Dalam kamus bahasa inggris, complain diartikan “express dissatisfaction or annoyance about a state of affairs or an event”. Perasaan tidak puas itu juga menimbulkan perasaan tidak senang terhadap situasi tertentu karena publik mempunyai imajinasi keadaan yang lebih baik di masa lalu atau kemungkinan berubah menjadi lebih baik apabila ada kemauan pemangku kebijakan setempat. Walau demikian, dalam situasi demokratis sekalipun tidak serta merta saluran politik itu dimanfaatkan secara maksimal untuk menampung rasa tidak senang dan usulan yang ingin disampaikan. Hal ini bisa saja akibat psimisme akan ditindaklanjuti laporan dan masukan atau bahkan saluran itu tidak dianggap nyata adanya dan boleh dikata lebih artificial—call center, sms center, sms jika ada keluhan dan sebagainya.

Artinya, secara umum complain merupakan ekpresi ketidakpuasan atau pengabaian tentang situasi atau kondisi tertentu. Walau demikian, sekali lagi, complain keseharian tidak selalu ditujukan secara pasti kepada siapa dia complain, tidak selalu diikuti keinginan ingin mengubah keadaan atau menindaklajuti dengan langka nyata mengubah situasi. Keberadaan jejaring sosial dalam media online membantu complain mereka lebih massif. Jika dulu, keadaan cukup menjadi gossip sekelompok orang terbatas atau hanya jadi cerita sehari-hari antar teman dekat atau anggota keluarga.

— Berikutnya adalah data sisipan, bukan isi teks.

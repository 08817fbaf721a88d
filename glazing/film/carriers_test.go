package film_test

import (
	"math"
	"strings"
	"testing"

	"pgregory.net/rapid"

	"panewright/glazing/film"
	"panewright/spectra"
)

// The parameters of a good conducting oxide, typical.
var oxide = film.Carriers{DensityCM3: 1e21, MobilityCM2VS: 40, EffectiveMass: 0.35, EpsInf: 3.9}

// The screened plasma wavelength is where the real part of ε changes its sign; carriers that scatter too often have
// none.
func TestScreenedPlasma(t *testing.T) {
	nm, ok := oxide.ScreenedPlasmaNM()
	eps := film.Oxide(oxide, nil, false).Epsilon(film.PhotonEV(nm))
	if !ok || math.Abs(real(eps)) > 1e-12 || imag(eps) <= 0 {
		t.Errorf("at %.3f nm ε = %g", nm, eps)
	}
	if u := oxide.UndampedPlasmaNM(); !(u < nm) {
		t.Errorf("without damping %.3f nm, with it %.3f", u, nm)
	}
	slow := oxide
	slow.MobilityCM2VS = 2 // ħγ 1.65 eV against 1.01 eV
	if nm, ok := slow.ScreenedPlasmaNM(); ok || nm != 0 {
		t.Errorf("carriers with a mobility of 2 have %g nm", nm)
	}
}

// Any two figures give the rest back.
func TestGivenCarriers(t *testing.T) {
	rapid.Check(t, func(t *rapid.T) {
		c := film.Carriers{DensityCM3: math.Pow(10, rapid.Float64Range(18, 23).Draw(t, "log N")), MobilityCM2VS: rapid.Float64Range(1, 200).Draw(t, "µ"),
			EffectiveMass: rapid.Float64Range(0.1, 2).Draw(t, "m"), EpsInf: rapid.Float64Range(1, 8).Draw(t, "ε"), Persistence: rapid.SampledFrom([]float64{0, -0.6}).Draw(t, "c")}
		d := rapid.Float64Range(5, 1000).Draw(t, "d")
		bare := film.Given{EffectiveMass: c.EffectiveMass, EpsInf: c.EpsInf, Persistence: c.Persistence}
		rho, sheet := c.ResistivityOhmCM(), c.SheetResistance(d)
		for i, add := range []func(*film.Given){
			func(g *film.Given) { g.DensityCM3, g.MobilityCM2VS = c.DensityCM3, c.MobilityCM2VS },
			func(g *film.Given) { g.DensityCM3, g.ResistivityOhmCM = c.DensityCM3, rho },
			func(g *film.Given) { g.MobilityCM2VS, g.ResistivityOhmCM = c.MobilityCM2VS, rho },
			func(g *film.Given) { g.DensityCM3, g.SheetResistanceOhm, g.ThicknessNM = c.DensityCM3, sheet, d },
			func(g *film.Given) { g.MobilityCM2VS, g.SheetResistanceOhm, g.ThicknessNM = c.MobilityCM2VS, sheet, d },
			func(g *film.Given) {
				*g = film.Given{DensityCM3: c.DensityCM3, MobilityCM2VS: c.MobilityCM2VS, ResistivityOhmCM: 1.01 * rho,
					SheetResistanceOhm: sheet, ThicknessNM: d, EffectiveMass: c.EffectiveMass, EpsInf: c.EpsInf, Persistence: c.Persistence}
			},
		} {
			g := bare
			add(&g)
			got, err := g.Carriers()
			if err != nil || math.Abs(got.DensityCM3/c.DensityCM3-1) > 1e-9 || math.Abs(got.MobilityCM2VS/c.MobilityCM2VS-1) > 1e-9 ||
				got.EffectiveMass != c.EffectiveMass || got.EpsInf != c.EpsInf || got.Persistence != c.Persistence {
				t.Fatalf("way %d: %+v, %v; want %+v", i, got, err, c)
			}
		}
	})
}
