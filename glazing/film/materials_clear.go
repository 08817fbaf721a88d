package film

// Clear films: oxides, nitrides and a fluoride, with their bands in the infrared.

import (
	"slices"

	"panewright/reference"
)

// tabulated is a material whose table covers the whole range.
func tabulated(id, name string, t *reference.Table, remarks ...string) *Material {
	return &Material{ID: id, Name: name, Source: paper(t) + ", read", Model: Tabulated{published(t)}, Remarks: remarks}
}

func clearFilms() []*Material {
	silica := tabulated("silica", "Silicon dioxide", reference.NKSilica())
	silica.DensityKGM3 = 2200 // fused, handbooks, from memory
	return []*Material{
		silica,
		siliconNitride(),
		tabulated("alumina", "Aluminium oxide", reference.NKAlumina()),
		aluminiumNitride(),
		tabulated("titania", "Titanium dioxide", reference.NKTitania(), "An evaporated film; denser ones reach n 2.44 at 550 nm."),
		zincOxide(),
		tinOxide(),
		tabulated("niobia", "Niobium pentoxide", reference.NKNiobia()),
		tabulated("tantala", "Tantalum pentoxide", reference.NKTantala()),
		tabulated("magnesium-fluoride", "Magnesium fluoride", reference.NKMagnesiumFluoride()),
	}
}

// The bands of silicon nitride: two of the bond of silicon and nitrogen, fitted to the published points
// from 2.5 to 14.3 µm of a sputtered film, rms 0.03 in n and 0.02 in k with that film's own ε∞ of 6.2; one
// beyond their end (G. Cataldo and others, Optics Letters 37 (2012) 4200, from memory).
var nitrideBands = []Term{
	Lorentz{Strength: 1.8413, EnergyEV: 0.10832, BroadeningEV: 0.027803},
	Lorentz{Strength: 1.1489, EnergyEV: 0.094953, BroadeningEV: 0.019949},
	Lorentz{Strength: 0.98, EnergyEV: 0.0582, BroadeningEV: 0.025},
}

// siliconNitride joins a film of the visible to the bands of another: the two do not have the same ε∞, and the
// first is the one that glass carries. Between 1.7 µm and the bands the model carries on.
func siliconNitride() *Material {
	model := Oscillators{EpsInf: 2.9505, Terms: slices.Concat([]Term{Sellmeier{Strength: 1.03085, ResonanceNM: 196.77}}, nitrideBands)} // rms 0.0025 in n from 0.3 to 1.69 µm
	return &Material{
		ID: "silicon-nitride", Name: "Silicon nitride",
		Source: paper(reference.NKSiliconNitride()) + ", read; bands of " + paper(reference.NKSiliconNitrideInfrared()) + ", read, and of Cataldo and others 2012, from memory",
		Model:  Extend(published(reference.NKSiliconNitride()), model),
		Remarks: []string{
			"Two films joined: published to 1.69 µm, and beyond by the infrared bands of a sputtered one; the band at 21 µm is from memory.",
			"Films rich in silicon reach n 2.4 in the infrared.",
		},
	}
}

// aluminiumNitride is carried on by the one band that its infrared has: fitted to the points from 15.5 to
// 20 µm within 0.0003.
func aluminiumNitride() *Material {
	model := Oscillators{EpsInf: 4.7604, Terms: []Term{Lorentz{Strength: 3.98013, EnergyEV: 0.0814301, BroadeningEV: 0.00267674}}}
	return &Material{
		ID: "aluminium-nitride", Name: "Aluminium nitride", Source: paper(reference.NKAluminiumNitride()) + ", read",
		Model: Extend(published(reference.NKAluminiumNitride()), model),
		Remarks: []string{
			"Beyond 20 µm extended by the band at 15.2 µm that the published points have.",
			"Between 1.69 and 2.00 µm, where the paper's two instruments meet, n rises by 0.15.",
		},
	}
}

// zincOxide is the bound part of the film with aluminium, its gap put where there are no carriers, and a
// band of the lattice for light that crosses films whose grains stand upright (N. Ashkenov and others, Journal
// of Applied Physics 93 (2003) 126, from memory: 410 and 590 1/cm, ε∞ 3.70).
func zincOxide() *Material {
	edge := zincOxideEdge
	shift := ZincOxideGapEV - edge.GapEV
	edge.GapEV += shift
	edge.EnergyEV += shift
	model := Oscillators{EpsInf: 1, Terms: []Term{edge, zincOxideFar, lattice(3.70*(590.0*590.0/(410.0*410.0)-1), 410, 15)}}
	return &Material{
		ID: "zinc-oxide", Name: "Zinc oxide",
		Source: "bound part of " + paper(reference.NKAZO()) + ", read; band of N. Ashkenov and others, Journal of Applied Physics 93 (2003) 126, from memory, typical",
		Model:  model, DensityKGM3: densityZincOxide,
		Remarks: []string{"A model: published films differ by 0.2 in n. Free carriers of undoped films are left out."},
	}
}

// tinOxide is an oxide of fine grains that lie at random: the mean of the bands along and across the axis
// (R. S. Katiyar and others, Journal of Physics C 4 (1971) 2421, positions; R. Summitt, Journal of
// Applied Physics 39 (1968) 3762, strengths; both from memory).
func tinOxide() *Material {
	const epsInf, across, along = 3.8, 2.0 / 3, 1.0 / 3
	edge := TaucLorentz{AmplitudeEV: 80, EnergyEV: TinOxideGapEV + 1, BroadeningEV: 1, GapEV: TinOxideGapEV, UrbachEV: 0.1}
	model := withEdge(epsInf, edge,
		lattice(across*6.0, 244, 20), lattice(across*1.5, 293, 20), lattice(across*2.2, 618, 35), lattice(along*5.4, 477, 30))
	return &Material{
		ID: "tin-oxide", Name: "Tin oxide", Source: "gap of Fröhlich and others 1978, bands of Katiyar and others 1971 and Summitt 1968, from memory, typical",
		Model: model, DensityKGM3: densityTinOxide,
		Remarks: []string{remarkTypical, remarkEdge, "Free carriers of undoped films are left out."},
	}
}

Komplain sehari-hari penghuni kota Yogyakarta dan sekitarnya sempat penulis amati dan catat. Setidaknya ada beberapa sites (lokasi) dimana orang kebanyakan memaki-maki sesame pengendara dan terkadang tidak tahu kemana nalar dan ekpresi protes mereka tujukan. Beberapa tempat itu antara lain:

Pertama, pada saat di traffic light orang sering mengumpat karena disenggol kanan dan kiri, lampu merah yang byar-pet, petugas yang gak mengurus jalanan, mobil/motor yang main selonong. Faktor lain adalah karena cuaca panas orang semakin kekeringan sabar.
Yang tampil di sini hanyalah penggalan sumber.